The Phase Vocoder and the STFT are useful for a range of audio tasks, including visual inspection, processing and computer analysis. It is always important to bear in mind that the STFT does not deliver to us an unambiguous model of our signal with well defined partials, but that the distribution of its energy will depend on analysis parameters and the type of material being analysed. Consequently, no treatment is completely without artefacts, and certain types of sound (stable, harmonic) work better than others.

The most common processing uses of the Phase Vocoder are time stretching / pitch shifting and cross synthesis, although there are a host of other interesting techniques.

There are also various interesting sorts of supplementary data we can try and derive from spectral analyses; again it is important to remember that these are results of modelling assumptions, and shouldn’t not be treated as altogether authoritative.


There is an awful lot of material available on the STFT.

A good thing to start with would be some listening.

Much of the most nuanced and skilful use of the Phase Vocoder can be found in acousmatic music, particularly that of Denis Smalley.

For greater technical detail on the STFT, FFT et al:

Roads, C., J. Strawn, C. Abbott, J. Gordon, and P. Greenspun. 1996. The Computer Music Tutorial. Vol. 81. MIT press Cambridge, Massachusetts.
A useful and more gentle introduction to the FFT et al (some maths, but very very well explained):
Lyons, Richard G. 2004. Understanding digital signal processing. Upper Saddle River, NJ: Prentice Hall PIR.

If you want yet more detail, and are happy about maths:

Zölzer, Udo. 2002. DAFX : digital audio effects. Chichester: Wiley
Julius Smith has a whole book online, for free.

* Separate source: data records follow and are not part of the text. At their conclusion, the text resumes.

package server

import (
	"net/http"

	"github.com/labstack/echo/v4"
)

// secondPage asks for the second step after a right password.
type secondPage struct {
	Frame
	Half, Next, Problem string
}

// passwordTyped signs in by name and password. Where a second step follows, it asks for that.
func (s *Server) passwordTyped(c echo.Context) error {
	form, err := decodeForm(c)
	if err != nil {
		return err
	}
	name, next := form.Get("name"), ownPath(form.Get("next"))
	if !s.guesses.mayTry(c.RealIP(), name) {
		return s.page(c, http.StatusTooManyRequests, "signin.html", s.passwordAsk(c, next, name, s.words.Say("access.password_busy")))
	}
	session, half, err := s.store.SignIn(c.Request().Context(), name, form.Get("password"), arrival(c))
	switch {
	case isRefusal(err):
		s.guesses.wrong(c.RealIP(), name)
		w, _ := wrongOf(err)
		return s.page(c, http.StatusBadRequest, "signin.html", s.passwordAsk(c, next, name, w.Text))
	case err != nil:
		return err
	case half != "":
		return s.page(c, http.StatusOK, "signin_second.html", secondPage{Frame: s.frame(c, s.words.Say("access.second_title"), ""), Half: half, Next: next})
	}
	s.guesses.right(c.RealIP(), name)
	return s.beginSession(c, session, next)
}

// passwordAsk is the sign-in page with the name that was typed; a password never goes back to the browser.
func (s *Server) passwordAsk(c echo.Context, next, name, problem string) askPage {
	p := s.askPage(c, next, "")
	p.Typed, p.PasswordProblem = name, problem
	return p
}

// secondTyped takes the code of the second step.
func (s *Server) secondTyped(c echo.Context) error {
	form, err := decodeForm(c)
	if err != nil {
		return err
	}
	half, next := form.Get("half"), ownPath(form.Get("next"))
	p, err := s.store.HalfPerson(half)
	if err == nil {
		if !s.guesses.mayTry(c.RealIP(), secondOf+p.ID) {
			return refuse(codeBusy, "", s.words.Say("access.password_busy"))
		}
		var session string
		if session, err = s.store.SecondStep(c.Request().Context(), half, form.Get("code"), arrival(c)); err == nil {
			s.guesses.right(c.RealIP(), p.Name)
			return s.beginSession(c, session, next)
		}
		if isRefusal(err) {
			s.guesses.wrong(c.RealIP(), secondOf+p.ID)
		}
	}
	w, fault := wrongOf(err)
	switch {
	case fault:
		return err
	case w.Field == "half":
		return s.page(c, http.StatusBadRequest, "signin.html", s.passwordAsk(c, next, "", w.Text))
	}
	return s.page(c, http.StatusBadRequest, "signin_second.html", secondPage{Frame: s.frame(c, s.words.Say("access.second_title"), ""), Half: half, Next: next, Problem: w.Text})
}

// secondOf stands before the id of whoever's second step is tried, so that it counts apart from their password.
const secondOf = "second "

Free! Incredibly detailed and valuable on the technical side of things.

For more discussion of processing techniques (without maths), and a generally valuable read from a practical point of view:

Wishart, T. 1994. Audible Design: a Plain and Easy Introduction to Practical Sound Composition. Orpheus the Pantomime.
  • Some of the examples in the notes were made with Trevor Wishart’s (and others’) Composers Desktop Project software.
  • For a very full featured Phase Vocoder, Ircam’s audiosculpt is the thing (but not cheap).
  • Spear is a free application, using a sinusoidal model. It can export SDIF files of its analysis, which can then be further processed and played back in Max (using FTM or the CNMAT tools).
  • ATS (h/t Rafael Subía Valdez) uses a sines + noise model to improve on some of the phase vocoder’s shortcomings, and interfaces with a number of systems (Common Lisp Music, Pd, Supercollider, GTK, CSound)
  • SMSTools also use a sines+noise model, based in python.
  • zsa.descriptors is a set of Max/MSP objects for spectral feature extraction. This paper by Geoffroy Peeters tells you possibly all you ever need to know (maybe more) about how to derive a whole host of description (mildly mathsy).